Fausto Melotti (1901-1986) was an Italian painter and sculptor who is best known for his slender brass sculptures and small ceramics.

 

In 1915, he moved with his family to Florence, where he started his academic education, obtaining a degree in Electrotechnic Engineering in 1924. It is around this time that he increasingly became interested in the field of sculpture, deeply influenced by his early education, that introduced him to the art of Renaissance, and by the hand of Italian sculptor Pietro Canonica, who he frequently visited in Torino.

 

Because of this artistic passion, Melotti enrolled in the Accademia di Brera, graduating in 1928, meeting and befriending Lucio Fontana, with whom he would collaborate until Fontana’s passing in 1968.

 

In the interwar years, Melotti became a leading member of the group of Milanese abstract artists which also included Fontana.

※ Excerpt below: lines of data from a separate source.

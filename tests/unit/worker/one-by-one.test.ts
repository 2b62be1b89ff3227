import { describe, expect, test } from 'vitest';
import { newModelMemory } from '../../../src/compile/index.ts';
import { emptyDiagram } from '../../../src/diagram/index.ts';
import { fail, problem } from '../../../src/problem/index.ts';
import { modelAnswer } from '../../../src/worker/model-answer.ts';
import { askOneByOne } from '../../../src/worker/one-by-one.ts';
import type { Question, RevisionAnswer } from '../../../src/worker/protocol.ts';

type Derive = Extract<Question, { kind: 'derive' }>;

const question = (revision: number, isLive = false): Derive => ({
  kind: 'derive',
  revision,
  diagram: emptyDiagram(),
  channel: { input: 0, output: 0 },
  isLive,
});

const matrices = (revision: number) => modelAnswer(question(revision), 'auto', newModelMemory());

const poles = (revision: number): RevisionAnswer => ({
  kind: 'poles',
  revision,
  poles: { route: 'floating', poles: [] },
  zeros: { route: 'not-computed', zeros: [], reason: '' },
  stability: { verdict: 'stable', proved: false, standsIn: false },
  hidden: null,
  warnings: [],
});

function asked() {
  const sent: number[] = [];
  const line = askOneByOne(({ revision }) => void sent.push(revision));
  return { sent, line };
}

describe('derivations are asked one by one', () => {
  test('while one is under way only the newest waits', () => {
    const { sent, line } = asked();
    for (const revision of [1, 2, 3, 4]) line.ask(question(revision));
    expect(sent).toEqual([1]);
    line.answered(matrices(1));
    expect(sent).toEqual([1, 4]);
  });

  test('an edit goes out once the matrices before are there', () => {
    const { sent, line } = asked();
    line.ask(question(1));
    line.answered(matrices(1));
    line.ask(question(2));
    expect(sent).toEqual([1, 2]);
  });

  test('a moving value waits for the poles of its last position', () => {
    const { sent, line } = asked();
    line.ask(question(1, true));
    line.ask(question(2, true));
    line.answered(matrices(1));
    expect(sent).toEqual([1]);
    line.answered(poles(1));
    expect(sent).toEqual([1, 2]);
  });

  test('a moving value waits for slow poles only so long', async () => {
    const { sent, line } = asked();
    line.ask(question(1, true));
    line.answered(matrices(1));
    line.ask(question(2, true));
    await new Promise(resolve => setTimeout(resolve, 200));
    expect(sent).toEqual([1, 2]);
  });

  test('a drawing without a model is answered at once; older answers count for nothing', () => {
    const { sent, line } = asked();
    line.ask(question(7));
    line.ask(question(8));
    line.answered(poles(6));
    expect(sent).toEqual([7]);
    line.answered({ ...matrices(7), outcome: fail(problem('bad-expression', 'no')) });
    expect(sent).toEqual([7, 8]);
  });

  test('a worker started again is asked the newest question', () => {
    const { sent, line } = asked();
    line.ask(question(1));
    line.ask(question(2));
    line.askAgain();
    expect(sent).toEqual([1, 2]);
  });
});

Inspired by his engineering and music studies, Melotti's abstract sculpture had an immaterial, rhythmic and intellectual effect on its viewers: a mixture of nature, geometry and music delicately expressed in brass or plaster. His first solo show was held at the Triennale di Milano in 1936, where he exhibited twelve great exemplars of the Costante Uomo. Thanks to Léonce Rosenberg, he consolidated himself as a prominent artist in France and received the La Sarraz International Prize in Switzerland in 1937.

 

After witnessing the destruction of the Second World War, Melotti felt it necessary to introduce the human figure into his work. The small ceramic stage sets, or 'teatrini', produced at this time were more narrative and theatrical than the earlier work; their fatalistic melancholy would endure in Melotti's later work, granting him the Grand Prize of the IX Triennale di Milano in 1951. Like the city squares of de Chirico's 'metaphysical paintings', Melotti's little theatres urge the viewer to bring to life the narrative fragments into a coherent performance. 

 

By the late 1960s Melotti's transformation of commonplace materials such as plaster and painted fabric linked him to the Arte Povera generation of artists. His 1967 solo show at the Galleria Toninelli in Milan enhanced Melotti’s figure, re-gaining the attention of the public, and, in particular, becoming the interest of young people. His œvre was internationally recognised, obtaining the Rembrandt Prize of the Johann Wolfgang von Goethe Foundation, Basel in 1974 and the 15th European Prize Umberto Biancamano in 1977.